[Source information Boundary: Start]
def make_spec(order: int, labeling: str, *, f: int = 3, width: int | None = None, algorithm: str = "maxlog",
              llr_width: int = 32, llr_fraction: int | None = None, rounding: str = "half-away",
              scale_width: int = 0, scale_fraction: int = 0, extra_llr_fraction: int = 0) -> DesignSpec:
    """A spec for tests: input wide enough to reach well beyond the outermost level.

    llr_fraction None: the metric's own fraction plus extra_llr_fraction (output shift <= 0, exact).
    """
    table = ()
    if labeling in TABLES:
        order, table = TABLES[labeling]
    cons = ConstellationSpec(order=order, labeling="table" if table else labeling, table=table)
    const = named(order, labeling) if not table else None
    if width is None:
        peak = (math.ceil(max(max(abs(r[1]), abs(r[2])) for r in table)) if table
                else int(np.max(np.abs(const.points.real))))
        width = min(20, (peak << f).bit_length() + 2)
    if llr_fraction is None:
        search = bool(table) and labeling in ("table16-scrambled", "table16-rotated") or (order == 2 and labeling == "3gpp-nr")
        llr_fraction = (2 * f + 2 if search else f) + scale_fraction + extra_llr_fraction
    dem = DemapperSpec(algorithm=algorithm, input_width=width, input_fraction=f, llr_width=llr_width,
                       llr_fraction=llr_fraction, rounding=rounding, scale_width=scale_width,
                       scale_fraction=scale_fraction)
    return DesignSpec(name="t", constellation=cons, mapper=MapperSpec(width=20, fraction=17), demapper=dem)


# --------------------------------------------------------------------------- brute force references

def brute_metric(design, i: np.ndarray, q: np.ndarray) -> np.ndarray:
    """D = min_{b=1} |y-x|^2 - min_{b=0} |y-x|^2 over all M points, in input codes squared (exact ints).

    Points at round(x * 2^f) (exact for grid points; the declared rounding for off-grid tables).
    """
    f = design.spec.demapper.input_fraction
    const = design.constellation
    px = np.rint(const.points.real * 2.0 ** f).astype(np.int64)
    py = np.rint(const.points.imag * 2.0 ** f).astype(np.int64)
    k = const.bits
    out = np.empty((i.size, k), dtype=np.int64)
    step = max(1, (1 << 20) // const.order)
    for s in range(0, i.size, step):
        di = i[s:s + step, None] - px[None, :]
        dq = q[s:s + step, None] - py[None, :]
        d2 = di * di + dq * dq
        for b in range(k):
            one, zero = _split(d2, b, k)
            out[s:s + step, b] = one.min(axis=(1, 2)) - zero.min(axis=(1, 2))
    return out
[Source information Boundary: End]
Aim of the task:
Repeat the data. Every word must match.

Result for this exercise:
def make_spec(order: int, labeling: str, *, f: int = 3, width: int | None = None, algorithm: str = "maxlog",
              llr_width: int = 32, llr_fraction: int | None = None, rounding: str = "half-away",
              scale_width: int = 0, scale_fraction: int = 0, extra_llr_fraction: int = 0) -> DesignSpec:
    """A spec for tests: input wide enough to reach well beyond the outermost level.

    llr_fraction None: the metric's own fraction plus extra_llr_fraction (output shift <= 0, exact).
    """
    table = ()
    if labeling in TABLES:
        order, table = TABLES[labeling]
    cons = ConstellationSpec(order=order, labeling="table" if table else labeling, table=table)
    const = named(order, labeling) if not table else None
    if width is None:
        peak = (math.ceil(max(max(abs(r[1]), abs(r[2])) for r in table)) if table
                else int(np.max(np.abs(const.points.real))))
        width = min(20, (peak << f).bit_length() + 2)
    if llr_fraction is None:
        search = bool(table) and labeling in ("table16-scrambled", "table16-rotated") or (order == 2 and labeling == "3gpp-nr")
        llr_fraction = (2 * f + 2 if search else f) + scale_fraction + extra_llr_fraction
    dem = DemapperSpec(algorithm=algorithm, input_width=width, input_fraction=f, llr_width=llr_width,
                       llr_fraction=llr_fraction, rounding=rounding, scale_width=scale_width,
                       scale_fraction=scale_fraction)
    return DesignSpec(name="t", constellation=cons, mapper=MapperSpec(width=20, fraction=17), demapper=dem)


# --------------------------------------------------------------------------- brute force references

def brute_metric(design, i: np.ndarray, q: np.ndarray) -> np.ndarray:
    """D = min_{b=1} |y-x|^2 - min_{b=0} |y-x|^2 over all M points, in input codes squared (exact ints).

    Points at round(x * 2^f) (exact for grid points; the declared rounding for off-grid tables).
    """
    f = design.spec.demapper.input_fraction
    const = design.constellation
    px = np.rint(const.points.real * 2.0 ** f).astype(np.int64)
    py = np.rint(const.points.imag * 2.0 ** f).astype(np.int64)
    k = const.bits
    out = np.empty((i.size, k), dtype=np.int64)
    step = max(1, (1 << 20) // const.order)
    for s in range(0, i.size, step):
        di = i[s:s + step, None] - px[None, :]
        dq = q[s:s + step, None] - py[None, :]
        d2 = di * di + dq * dq
        for b in range(k):
            one, zero = _split(d2, b, k)
            out[s:s + step, b] = one.min(axis=(1, 2)) - zero.min(axis=(1, 2))
    return out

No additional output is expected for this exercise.